Pull each line holding the word "most" from the data.

Stored data entries:
^^^^
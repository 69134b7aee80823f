package planarize

// skeleton answers, one candidate edge at a time, whether the kept graph of
// a greedy search plus the edge is planar, by testing a smaller graph that
// is planar exactly when that one is. Two reductions give it, both from
// Kuratowski's theorem (a graph is planar iff it holds no subdivision of
// K5 or K3,3): a vertex of degree 0 or 1 lies on no such subdivision, so
// the pendant trees come off (what is left is the 2-core); and a graph is
// planar iff any subdivision of it is, so every path whose inner vertices
// have degree 2 becomes one edge (and parallel edges, which never change
// planarity, become one). The candidate's ends are first moved to where
// their pendant trees hang from the core: the tree paths and the candidate
// then form one path between two core vertices, which is again a
// subdivided edge. So the test sees the branch vertices of the core (degree
// 3 and up), one edge per distinct pair of them joined by a chain, a vertex
// for each end of the candidate inside a chain, joined to that chain's two
// ends, and the candidate (see planarWith).
//
// Where the kept graph is a spanning tree plus a few cycles, as in a sparse
// random graph most of whose edges are removed, that is a few times
// smaller than the kept graph (G(5000, 15000): 669 branch vertices and
// 1,158 chains against 5,000 vertices and 5,479 kept edges at the end). On
// a kept graph close to a triangulation it is no smaller, and build says
// so before it has done more than peel the pendant trees.
type skeleton struct {
	n     int
	edges [][2]int32
	kept  int // the length of the kept list it was built from

	// Per vertex.
	comp   []int32 // connected component in the kept graph
	attach []int32 // the core vertex its pendant tree hangs from; itself in the core; a tree component's last peeled vertex
	chain  []int32 // its chain, for an inner vertex of one; -1 otherwise
	place  []int32 // a branch vertex's number in the skeleton
	// Per chain: its two end branch vertices, as skeleton numbers.
	ends [][2]int32

	branches int
	base     [][2]int32          // the skeleton's edges, each pair once
	index    map[uint64]struct{} // the pairs in base

	// Build scratch, and the test's.
	deg, parent, order, queue []int32
	peeled                    []bool
	usedEdge                  []bool
	g                         csr
	sub                       [][2]int32
	buf, extra                [][2]int32
	lr                        lr
}

// skeletonSize is the least kept graph, in edges, on which single
// candidates are tested on the skeleton: below it a whole test is as
// cheap as building one. A variable so that tests can reach the skeleton
// on small graphs.
var skeletonSize = 1000

func newSkeleton(n int, edges [][2]int32) *skeleton {
	return &skeleton{n: n, edges: edges, index: make(map[uint64]struct{}),
		comp: make([]int32, n), attach: make([]int32, n), chain: make([]int32, n), place: make([]int32, n),
		deg: make([]int32, n), parent: make([]int32, n), peeled: make([]bool, n)}
}

func skeletonKey(a, b int32) uint64 {
	if a > b {
		a, b = b, a
	}
	return uint64(uint32(a))<<32 | uint64(uint32(b))
}

// build makes the skeleton of the kept graph (indices into edges), unless
// twice its vertices and edges would pass limit: it then reports false
// and leaves the skeleton unusable. The search passes the kept graph's
// vertices and edges, so that the skeleton is at most half the size.
func (s *skeleton) build(kept []int32, limit int) bool {
	n := s.n
	s.kept = len(kept)
	s.sub = s.sub[:0]
	for _, e := range kept {
		s.sub = append(s.sub, s.edges[e])
	}
	s.g = s.g.refill(n, s.sub, &s.queue) // reused: a search builds one after each edge it takes
	g, sub := s.g, s.sub
	other := func(d int32) int32 { return sub[d>>1][1-d&1] }

	// Components, by breadth-first search.
	for v := range s.comp {
		s.comp[v] = -1
	}
	for r := range n {
		if s.comp[r] >= 0 {
			continue
		}
		s.comp[r] = int32(r)
		s.queue = append(s.queue[:0], int32(r))
		for i := 0; i < len(s.queue); i++ {
			v := s.queue[i]
			for _, d := range g.adj[g.start[v]:g.start[v+1]] {
				if w := other(d); s.comp[w] < 0 {
					s.comp[w] = int32(r)
					s.queue = append(s.queue, w)
				}
			}
		}
	}

	// Peel the pendant trees; parent is the neighbour a peeled vertex
	// hung from (-1 for the last of a tree component).
	s.queue, s.order = s.queue[:0], s.order[:0]
	for v := range n {
		s.deg[v] = g.start[v+1] - g.start[v]
		s.peeled[v] = false
		s.parent[v] = -1
		if s.deg[v] <= 1 {
			s.queue = append(s.queue, int32(v))
		}
	}
	for len(s.queue) > 0 {
		v := s.queue[len(s.queue)-1]
		s.queue = s.queue[:len(s.queue)-1]
		if s.peeled[v] {
			continue
		}
		s.peeled[v] = true
		s.order = append(s.order, v)
		for _, d := range g.adj[g.start[v]:g.start[v+1]] {
			if w := other(d); !s.peeled[w] {
				s.parent[v] = w
				if s.deg[w]--; s.deg[w] == 1 {
					s.queue = append(s.queue, w)
				}
			}
		}
	}
	for v := range n {
		s.attach[v] = int32(v)
	}
	for i := len(s.order) - 1; i >= 0; i-- {
		if v := s.order[i]; s.parent[v] >= 0 {
			s.attach[v] = s.attach[s.parent[v]]
		}
	}

	// Branch vertices, then the chains between them; a cycle of degree-2
	// vertices gets its first vertex as a branch vertex. Each inner vertex
	// of a chain joins two core edges into one, so the chains are known
	// in number before they are walked.
	s.branches = 0
	coreDarts, inner := 0, 0
	for v := range n {
		s.chain[v] = -1
		switch {
		case s.peeled[v]:
		case s.deg[v] >= 3:
			s.place[v] = int32(s.branches)
			s.branches++
			coreDarts += int(s.deg[v])
		default:
			coreDarts += 2
			inner++
		}
	}
	if 2*(s.branches+coreDarts/2-inner) > limit {
		return false
	}
	s.usedEdge = grow(s.usedEdge, len(sub))
	clear(s.usedEdge)
	s.ends = s.ends[:0]
	walk := func(x int32) {
		for _, d := range g.adj[g.start[x]:g.start[x+1]] {
			if s.usedEdge[d>>1] || s.peeled[other(d)] {
				continue
			}
			id := int32(len(s.ends))
			s.usedEdge[d>>1] = true
			cur := other(d)
			for s.deg[cur] == 2 && s.chain[cur] < 0 {
				s.chain[cur] = id
				for _, d2 := range g.adj[g.start[cur]:g.start[cur+1]] {
					if !s.usedEdge[d2>>1] && !s.peeled[other(d2)] {
						s.usedEdge[d2>>1] = true
						cur = other(d2)
						break
					}
				}
			}
			s.ends = append(s.ends, [2]int32{s.place[x], s.place[cur]})
		}
	}
	for v := range n {
		if s.isBranch(int32(v)) {
			walk(int32(v))
		}
	}
	for v := range n {
		if !s.peeled[v] && s.deg[v] == 2 && s.chain[v] < 0 {
			s.place[v] = int32(s.branches)
			s.branches++
			s.deg[v] = 3 // marks it a branch vertex from here on
			walk(int32(v))
		}
	}

	clear(s.index)
	s.base = s.base[:0]
	for _, c := range s.ends {
		if c[0] == c[1] {
			continue // a loop: never matters for planarity
		}
		k := skeletonKey(c[0], c[1])
		if _, ok := s.index[k]; !ok {
			s.index[k] = struct{}{}
			s.base = append(s.base, c)
		}
	}
	return true
}

// endsAt reports whether chain c ends at branch vertex v.
func (s *skeleton) endsAt(c, v int32) bool {
	return s.ends[c][0] == s.place[v] || s.ends[c][1] == s.place[v]
}

// isBranch reports whether core vertex v is a branch vertex of the
// skeleton.
func (s *skeleton) isBranch(v int32) bool { return !s.peeled[v] && s.deg[v] >= 3 }

// planarWith reports whether the kept graph the skeleton was built from
// plus edge e is planar.
func (s *skeleton) planarWith(e int32) bool {
	u, v := s.edges[e][0], s.edges[e][1]
	if s.comp[u] != s.comp[v] {
		return true // a bridge between planar components
	}
	a, b := s.attach[u], s.attach[v]
	if a == b {
		return true // a new cycle through one core vertex: a block of its own
	}
	// Both are core vertices now. On one chain (ends included) the
	// candidate closes a cycle alongside a stretch of it, which a drawing
	// can always fit in.
	ca, cb := s.chain[a], s.chain[b]
	switch {
	case ca >= 0 && cb >= 0 && ca == cb,
		ca >= 0 && cb < 0 && s.endsAt(ca, b),
		cb >= 0 && ca < 0 && s.endsAt(cb, a):
		return true
	case ca < 0 && cb < 0:
		if _, joined := s.index[skeletonKey(s.place[a], s.place[b])]; joined {
			return true
		}
	}
	// Terminals: a branch vertex is its skeleton number; an inner vertex
	// of a chain is a new vertex on it, joined to the chain's two ends.
	// The chain's own edge stays: it runs alongside the new vertex's two
	// edges, and with the candidate that vertex has degree 3, so a drawing
	// without the chain's edge can always take it back in the face between
	// those two edges that the candidate does not leave by. (A chain that
	// is a loop has no edge; its vertex then gets one edge to the end.)
	next := int32(s.branches)
	extra := s.extra[:0]
	term := func(x int32) int32 {
		c := s.chain[x]
		if c < 0 {
			return s.place[x]
		}
		t := next
		next++
		extra = append(extra, [2]int32{s.ends[c][0], t})
		if s.ends[c][1] != s.ends[c][0] {
			extra = append(extra, [2]int32{t, s.ends[c][1]})
		}
		return t
	}
	ta := term(a)
	tb := term(b)
	extra = append(extra, [2]int32{ta, tb})
	s.extra = extra
	// No new pair is in base (each holds a new vertex, or is two branch
	// vertices with no chain between them), and none is twice in extra.
	s.buf = append(append(s.buf[:0], s.base...), extra...)
	return s.lr.isPlanar(int(next), s.buf)
}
^^^^
Solution
// random graph most of whose edges are removed, that is a few times
// vertices and edges, so that the skeleton is at most half the size.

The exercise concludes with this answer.